失われた時を求めて

読書に始まる自伝的ブログ

『David Beckham:My Side』(デイヴィッド・ベッカム、2003)

私はサッカーのことは余り詳しくないんですが、小学校の音楽の先生がベッカムマニアでいつもしゃべっていたことを何故か記憶していて印象に残っておりました。そんな薄い印象付けがずっと残っているなかで、手に取り思い出した本です。

先生が話していたエピソードで一番印象的だったのが、ベッカムのおしゃれは奥様がプロデュースし管理しているという話で、田舎の野暮ったいサッカー少年をサッカーだけでないスターに押し上げたのは奥様の力によるものだというものでした。当時は今よりも常識もサッカーも知らないので、「そうなんだ」くらいに受け止めており、記憶の奥底にしまっておりました。

 

そんなエピソードを思い出したのは、2022年の4月に結婚相談所の営業を受けているときでした。結婚相談所に行った話はどこかで残したいなと考えていた話でちょうどいい機会です。

前段としてなぜ結婚相談所の営業を受けることになったのかは、数か月前の出来事がきっかけです。当時は個人事業主の保険営業を約1年半、経済的にも心理的にも死にかけている2022年の1月上旬頃だったと思います。
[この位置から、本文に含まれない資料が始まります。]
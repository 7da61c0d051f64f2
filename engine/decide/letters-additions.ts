import {
  constantFunction,
  multiplyFunctions,
  polynomialFunction,
  powerFunction,
  type LetterFunction,
} from '../field/letter-function';
import {
  addMulti,
  coefficientsIn,
  degreeIn,
  letterPower,
  lettersIn,
  multiplyMulti,
  negateMulti,
  scaleMulti,
  type MultiPolynomial,
} from '../field/multivariate';
import type { LettersStatement } from './letters-statement';

/** Units that are no factors of entries, and functions x of which 1 − x may be a product of units too. */
export interface Additions {
  readonly units: readonly LetterFunction[];
  readonly candidates: readonly LetterFunction[];
}

/** More than this many sums are not taken apart, nor longer ones. */
const SUMS = 6;
const LONGEST = 6;

const sumsOf = ({ generators }: LettersStatement): readonly MultiPolynomial[] =>
  generators.flatMap((generator) => (generator.kind === 'polynomial' ? [generator.value] : []));

/** The letters that occur in sums only: so the relation of ⟨a⟩ + ⟨b⟩ and ax² + by² has x and y in it. */
export function loneLetters(statement: LettersStatement): Additions {
  const { ring, generators } = statement;
  const alone = new Set(generators.flatMap((generator) => (generator.kind === 'letter' ? [generator.letter] : [])));
  const letters = new Set(sumsOf(statement).flatMap((f) => lettersIn(ring, f)));
  const units = [...letters]
    .filter((letter) => !alone.has(letter))
    .map((letter) => polynomialFunction(ring, letterPower(ring, letter)));
  return { units, candidates: [] };
}

/** For a factor P = Ax² + Bx + C the square it is completed to: 4AP = (2Ax + B)² − (B² − 4AC). Not in characteristic 2. */
export function completedSquares(statement: LettersStatement): Additions {
  const { ring } = statement;
  const units: LetterFunction[] = [];
  const candidates: LetterFunction[] = [];
  if (ring.characteristic === 2n) return { units, candidates };
  for (const f of sumsOf(statement).slice(0, SUMS))
    for (const letter of lettersIn(ring, f)) {
      if (degreeIn(f, letter) !== 2) continue;
      const parts = coefficientsIn(f, letter);
      const [a = [], b = [], c = []] = [parts.get(2), parts.get(1), parts.get(0)];
      const root = addMulti(ring, scaleMulti(ring, 2n, multiplyMulti(ring, a, letterPower(ring, letter))), b);
      const product = scaleMulti(ring, -4n, multiplyMulti(ring, a, c));
      const discriminant = addMulti(ring, multiplyMulti(ring, b, b), product);
      if (discriminant.length === 0) continue;
      const [r, d] = [polynomialFunction(ring, root), polynomialFunction(ring, discriminant)];
      units.push(r, d, constantFunction(ring, { num: 2n, den: 1n }));
      candidates.push(multiplyFunctions(ring, powerFunction(ring, r, 2n), powerFunction(ring, d, -1n)));
    }
  return { units, candidates };
}

/** For a factor P with a term m the rest P − m: m/P and (P − m)/P add up to 1. So 1 + a² + b² leads over 1 + a² to 1. */
export function partialSums(statement: LettersStatement): Additions {
  const { ring } = statement;
  const units = new Map<string, LetterFunction>();
  const candidates: LetterFunction[] = [];
  const take = (f: MultiPolynomial): void => {
    if (f.length < 3 || f.length > LONGEST) return;
    const whole = polynomialFunction(ring, f);
    for (const term of f) {
      const rest = addMulti(ring, f, negateMulti(ring, [term]));
      const unit = polynomialFunction(ring, rest);
      const key = [...unit.factors.keys()].join(' ');
      if (units.size >= UNITS) return;
      candidates.push(multiplyFunctions(ring, polynomialFunction(ring, [term]), powerFunction(ring, whole, -1n)));
      if (units.has(key)) continue;
      units.set(key, unit);
      take(rest);
    }
  };
  for (const f of sumsOf(statement).slice(0, SUMS)) take(f);
  return { units: [...units.values()], candidates };
}

const UNITS = 12;
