import type { Budget } from '../arith/budget';
import type { Expression } from '../expression/expression';
import type { Condition } from '../expression/statement';
import { elementText, expressionText } from '../expression/to-text';
import type { DecidableField, Open, Search } from './decidable-field';
import type { Finding } from './finding';
import { quotientsOf, verdictsOf } from './judged';
import type {
  Compared,
  CompareOutcome,
  ComparedDegree,
  Counterexample,
  Evidence,
  MapName,
  Separating,
  Verdict,
} from './outcome';

/**
 * Decides left = right in K^MW_*(F) by homomorphisms, degree by degree, never by expansion.
 *
 * Two classes are equal iff they agree in Milnor K-theory and in the Witt ring (the pull-back theorem: F. Morel, Comment. Math. Helv.
 * 79, 2004; S. Gille, S. Scully, C. Zhong, Adv. Math. 286, 2016); which maps see all of both depends on the field and is named in
 * `evidence.theorem`. Throws a Refusal for entries that are no units, conditions that cannot be used and limits that are passed.
 */
export function compare(
  field: DecidableField,
  left: Expression,
  right: Expression,
  conditions: readonly Condition[],
  budget: Budget,
): CompareOutcome {
  const decision = field.decide(left, right, conditions, budget);
  const { findings, theorem, open = [], search } = decision;
  const verdicts = search?.verdicts ?? verdictsOf(decision);
  const byDegree = new Map<number, Finding[]>([...verdicts.keys()].map((degree) => [degree, []]));
  for (const finding of findings) byDegree.get(finding.degree)?.push(finding);
  const parts = [...byDegree]
    .sort(([a], [b]) => b - a)
    .map(([degree, here]): ComparedDegree => ({
      degree,
      verdict: verdicts.get(degree) ?? 'undecided',
      compared: here.map(compared),
    }));
  const separating = firstDifference(findings);
  return {
    verdict: overall(parts),
    parts,
    sideConditions: field.sideConditions([left, right], conditions, budget),
    evidence: {
      kind: search?.counterexample === undefined ? 'invariants' : 'counterexample',
      ...(separating && { separating: describe(separating, search?.counterexample) }),
      theorem: withOpen(theorem, open),
      ...(search === undefined ? quotientsOf(decision) : searched(search)),
    },
  };
}

/** The theorem, and what the maps do not see. */
function withOpen(theorem: string, open: readonly Open[]): string {
  const missing = new Set(open.filter(({ verdict }) => verdict).map((part) => part.missing));
  return missing.size === 0 ? theorem : `${theorem} Not settled: ${[...missing].join('; ')}.`;
}

const overall = (parts: readonly ComparedDegree[]): Verdict =>
  parts.some(({ verdict }) => verdict === 'different')
    ? 'different'
    : parts.some(({ verdict }) => verdict === 'undecided')
      ? 'undecided'
      : 'equal';

const searched = ({ modEta, modH, counterexample, relations, tried }: Search): Partial<Evidence> => ({
  ...(modEta !== undefined && { modEta }),
  ...(modH !== undefined && { modH }),
  ...(counterexample && { counterexample }),
  ...(relations && { relations }),
  tried,
});

function compared(finding: Finding): Compared {
  const left = finding.left();
  return {
    map: finding.map,
    ...(finding.place !== undefined && { place: finding.place }),
    left,
    right: finding.same ? left : finding.right(),
    same: finding.same,
    zero: finding.zero,
    target: finding.target(),
  };
}

/** The first difference in the highest degree in which there is one: the most elementary map comes first. */
function firstDifference(findings: readonly Finding[]): Finding | undefined {
  return findings
    .filter((finding) => !finding.same)
    .reduce<Finding | undefined>(
      (best, next) => (best === undefined || next.degree > best.degree ? next : best),
      undefined,
    );
}

const NOUN: Readonly<Record<MapName, string>> = {
  rank: 'rank',
  signature: 'signature',
  residue: 'residue',
  specialisation: 'specialisation',
  product: 'product of entries',
  symbol: 'symbol',
  discriminant: 'discriminant',
  hasse: 'Hasse invariant',
  class: 'class',
  word: 'coefficient',
};

/** The field and the values of a counterexample, in words. */
function failure({ field, values }: Counterexample): string {
  const given = values.map(({ letter, value }) => `${letter} = ${elementText(value)}`).join(', ');
  return `It fails over ${field.name}${given === '' ? '' : ` with ${given}`}. `;
}

function describe(finding: Finding, counterexample: Counterexample | undefined): Separating {
  const [left, right] = [finding.left(), finding.right()];
  const where =
    finding.place === undefined ? '' : finding.place === 'real' ? ', at the real place' : `, at ${finding.place}`;
  const values = `the left side has ${NOUN[finding.map]} ${expressionText(left)} and the right side ${expressionText(right)}`;
  return {
    degree: finding.degree,
    map: finding.map,
    ...(finding.place !== undefined && { place: finding.place }),
    left,
    right,
    sentence: `${counterexample === undefined ? '' : failure(counterexample)}Different in degree ${finding.degree}${where}. There ${values}. ${finding.reason()}`,
  };
}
もう仕事を辞めようかなと思いつつ、正月も働いて成人の日の祝日もなんとか紹介をもらってオンライン商談を入れました。かなり関係性の薄い紹介で、保険に興味があるというような方の紹介でした。21時からで遅い時間の商談で、西武線沿いの微妙な駅の完全個室のインターネットカフェで商談をすることにしました。結果は長く悩んだ結果、お断りとのことで「ありがとうございました。」で終わりました。するともう終電もない時間でした。タクシーで帰ってもよかったのですが、泊まったほうが安いというのと、さすがにこの寒いなか朝まで耐えられないなという判断で、快活クラブ泊をすることにしました。なんか色々考えてしまって寝られなくて、虚しさと苦しさとのなかで、パソコンの画面が目に映りました。そこに出ていたのが某大手の結婚相談所のバナー広告で、なんか勢いで無料登録をしたのです。当然翌日テレアポがかかってきたのですが、仕事を辞めようと思ってて、次の職場決まったら営業してくれ的な返しをしたと記憶しています。

そんなことも忘れ、新しい職場で羽を伸ばしつつ経済的にも安定をしているなかで、結婚相談所の営業がかかってきたのです。そのときはちょうどフラれたさなかでしたので、「どんなもんか話聞いてみるか」くらいの感じで面談設定をしました。

 

営業を受けた結論は、入会したというオチなんですが、そこでベッカムの話が出てくるのです。

私は結婚したいというより、人生コケにコケていたので落ち着きたいなという気持ちが強かったものの、こんなものに大金を払うのはちょっとなあという感覚で臨みました。営業は私と同い年くらいの女性だったのですが、かなり気の強い人でバキバキの話の誘導とポストクロージングを交互に織り交ぜ、楽しい時間でした。そこでどんな人と結婚したいですかみたいな話のなかで、とっさに「ベッカムの奥様みたいに、気が強くて芯がある人。やりたいことをやりやりたくないことはやらない人です。」みたいな話が口から出てきまして、小学校の先生の話を思い出すことになりました。そんなこんなで色々話して、少し映像を見せられて営業が席を立つ場面がありました。私も営業なので心のなかで、営業マンのことが気に入ったら買ってしまうというチョロさがありまして、半ば前向き検討する気持ちになっておりました。そんな心境のなかで、営業が戻ってきたときに「カネコさんの魅力10選」みたいなシートを手書きで作ってくださいました。チョロい私はそこで完全にやられてしまいまして、10万円を払って入会することになったのです。

 

その時はこの営業の頑張りに対して10万円くらいならいいかなと思ったのですが、結論自分の人生にとって転機になりましたし感謝しています。

「お客様のお役に立つためにはまず売れ」

というような厳しいことばを私は受けたことがありましたが、そのことばの真意をこの経験で体験したなとも思います。

 

自伝を読んでいてベッカムはすごくピュアというか少年のような人だなと思いました。私もピュアな気持ちを取り戻して、変化を恐れず、人を愛して生きてたいなと思うのです。